DELRAY BEACH, FLa. — A new report details multiple instances of President Donald Trump making disparaging remarks about members of the U.S. military who have been captured or killed, including referring to the American war dead at the Aisne-Marne American Cemetery in France in 2018 as “losers” and “suckers.”

Trump said Thursday that the story was “totally false.”

The allegations were first reported in the Atlantic . A senior Defense Department official with firsthand knowledge of events and a senior U.S. Marine Corps officer who was told about Trump’s comments confirmed some of the remarks to the Associated Press, including the 2018 cemetery comments.

The defense officials said Trump made the comments as he begged off visiting the cemetery outside Paris during a meeting following his presidential daily briefing on the morning of Nov. 10, 2018.

Staffers from the National Security Council and the Secret Service told Trump that rainy weather made helicopter travel to the cemetery risky, but they could drive there. Trump responded by saying he didn’t want to visit the cemetery because it was “filled with losers,” the official said, speaking on condition of anonymity because the official was not authorized to discuss the topic publicly.

The White House blamed the canceled visit on poor weather at the time.

In another conversation on the trip, the Atlantic’s Jeffrey Goldberg reported, Trump referred to the 1,800 Marines who died in the World War I battle of Belleau Wood as “suckers” for getting killed.

Trump denied the Atlantic report Thursday night, calling it “a disgraceful situation” by a “terrible magazine.”

Goldberg is the highly regarded magazine’s editor-in-chief, and both he and the 163-year-old publication have won numerous awards.

Speaking to reporters after he returned to Washington from a campaign rally in Pennsylvania, Trump said: “I would be willing to swear on anything that I never said that about our fallen heroes. There is nobody that respects them more.
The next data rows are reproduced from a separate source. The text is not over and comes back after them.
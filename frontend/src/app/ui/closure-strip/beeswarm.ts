export interface Placed<T> {
  readonly item: T;
  readonly x: number;
  readonly y: number;
}

/**
 * Spreads marks that share an x so that none overlap: each stays at its x and takes the free place nearest the middle.
 * `x` and `gap` (the least distance between centres) in the same unit; y is 0 in the middle, negative above.
 */
export function beeswarm<T>(items: readonly T[], x: (item: T) => number, gap: number): readonly Placed<T>[] {
  const placed: Placed<T>[] = [];
  const ordered = [...items].sort((a, b) => x(a) - x(b));
  for (const item of ordered) {
    const at = x(item);
    const near = placed.filter((other) => at - other.x < gap);
    // The places just touching each neighbour, and the middle; the nearest free one to the middle wins.
    const candidates = [0];
    for (const other of near) {
      const reach = Math.sqrt(Math.max(0, gap * gap - (at - other.x) ** 2));
      candidates.push(other.y - reach, other.y + reach);
    }
    candidates.sort((a, b) => Math.abs(a) - Math.abs(b) || a - b);
    const y = candidates.find((candidate) =>
      near.every((other) => (at - other.x) ** 2 + (candidate - other.y) ** 2 >= gap * gap - 1e-6),
    );
    placed.push({ item, x: at, y: y ?? 0 });
  }
  return placed;
}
No animal — nobody — what animal would say such a thing?”

Trump also reiterated the White House explanation of why he didn’t visit the cemetery. “The helicopter could not fly,” he said, because of rain and fog. “The Secret Service told me you can’t do it. ... They would never have been able to get the police and everybody else in line to have a president go through a very crowded, very congested area.”
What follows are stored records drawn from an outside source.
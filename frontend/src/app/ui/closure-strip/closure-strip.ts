import {
  ChangeDetectionStrategy,
  Component,
  DestroyRef,
  ElementRef,
  afterNextRender,
  computed,
  inject,
  input,
  output,
  signal,
} from '@angular/core';
import { marginPlace } from '../margin/margin-scale';
import { percentText } from '../margin/margin-text';
import { verdictTone, verdictWord } from '../verdict/verdict-words';
import { type Placed, beeswarm } from './beeswarm';
import { placeNames } from './name-places';
import { type StripMark } from './strip-mark';

const GAP = 12.5;
const LANE = 96;
const TICKS = [-30, -10, -3, 0, 3, 10, 30];
const MOST_NAMES = 6;

/** Every requirement a mark at its margin, limit in the middle, better to the right; the failing ones named. */
@Component({
  selector: 'dp-closure-strip',
  changeDetection: ChangeDetectionStrategy.OnPush,
  templateUrl: './closure-strip.html',
  styleUrl: './closure-strip.scss',
})
export class ClosureStrip {
  readonly marks = input.required<readonly StripMark[]>();
  /** A mark was clicked or chosen with Enter: its key. */
  readonly open = output<string>();

  private readonly host = inject<ElementRef<HTMLElement>>(ElementRef);
  protected readonly width = signal(900);
  /** The mark that the arrow keys have reached. */
  private readonly reached = signal<string | null>(null);

  private readonly lane = computed(() => (this.marks().some((mark) => mark.percent === null) ? LANE : 0));
  private readonly scale = computed(() => ({
    centre: (this.lane() + this.width()) / 2,
    half: (this.width() - this.lane()) / 2 - 14,
  }));

  protected readonly swarm = computed<readonly Placed<StripMark>[]>(() => {
    const { centre, half } = this.scale();
    const measured = this.marks().filter((mark) => mark.percent !== null);
    const rest = this.marks().filter((mark) => mark.percent === null);
    return [
      ...beeswarm(rest, () => LANE / 2 - 8, GAP),
      ...beeswarm(measured, (mark) => centre + marginPlace(mark.percent ?? 0) * half, GAP),
    ];
  });

  private readonly reach = computed(() => Math.max(24, ...this.swarm().map((mark) => Math.abs(mark.y))));
  protected readonly middle = computed(() => this.reach() + 34);
  protected readonly height = computed(() => 2 * this.middle() + 16);
  protected readonly ticks = computed(() => {
    const { centre, half } = this.scale();
    const shown = this.width() < 520 ? TICKS.filter((tick) => Math.abs(tick) !== 3) : TICKS;
    return shown.map((tick) => ({
      x: centre + marginPlace(tick) * half,
      label: tick === 0 ? 'limit' : percentText(tick).replace('.0', ''),
      isLimit: tick === 0,
    }));
  });
  protected readonly laneEnd = computed(() => this.lane());

  protected readonly drawn = computed(() =>
    this.swarm().map((placed) => ({
      ...placed.item,
      tone: verdictTone(placed.item.verdict),
      at: `translate(${placed.x.toFixed(1)} ${(this.middle() + placed.y).toFixed(1)})`,
      spoken: `${placed.item.key} ${placed.item.title}: ${verdictWord(placed.item.verdict)}${placed.item.percent === null ? '' : `, margin ${percentText(placed.item.percent)}`}`,
    })),
  );
  protected readonly names = computed(() => {
    const failing = this.swarm().filter((placed) => placed.item.verdict === 'non-compliant');
    const worst = [...failing].sort((a, b) => (a.item.percent ?? 0) - (b.item.percent ?? 0)).slice(0, MOST_NAMES);
    return placeNames(worst, this.swarm(), this.width(), this.middle());
  });
  protected readonly tabStop = computed(() => this.reached() ?? this.drawn()[0]?.key);
  protected readonly kinds = computed(() => new Set(this.marks().map((mark) => mark.verdict)));

  constructor() {
    const destroyed = inject(DestroyRef);
    afterNextRender(() => {
      const element = this.host.nativeElement;
      const measure = (): void => this.width.set(Math.max(280, element.clientWidth));
      measure();
      const observer = new ResizeObserver(measure);
      observer.observe(element);
      destroyed.onDestroy(() => observer.disconnect());
    });
  }

  protected press(event: KeyboardEvent, index: number): void {
    const marks = this.drawn();
    const steps: Readonly<Record<string, number>> = {
      ArrowRight: index + 1,
      ArrowLeft: index - 1,
      Home: 0,
      End: marks.length - 1,
    };
    const next = marks[steps[event.key] ?? -1];
    if (event.key === 'Enter' || event.key === ' ') {
      const here = marks[index];
      if (here !== undefined) this.open.emit(here.key);
    } else if (next !== undefined) {
      this.reached.set(next.key);
      this.host.nativeElement.querySelector<SVGElement>(`[data-key="${CSS.escape(next.key)}"]`)?.focus();
    } else return;
    event.preventDefault();
  }
}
White House chief of staff Mark Meadows said, “It’s sad the depths that people will go to during a lead-up to a presidential campaign to try to smear somebody.”

Democratic presidential candidate Joe Biden said Thursday, “If the revelations in today’s Atlantic article are true, then they are yet another marker of how deeply President Trump and I disagree about the role of the president of the United States.”

“Duty, honor, country — those are the values that drive our service members,” he said in a statement Thursday night, adding that if he is elected president, “I will ensure that our American heroes know that I will have their back and honor their sacrifice — always.”

Biden’s son Beau, who died at 46 in 2015, served in Iraq in 2008-09.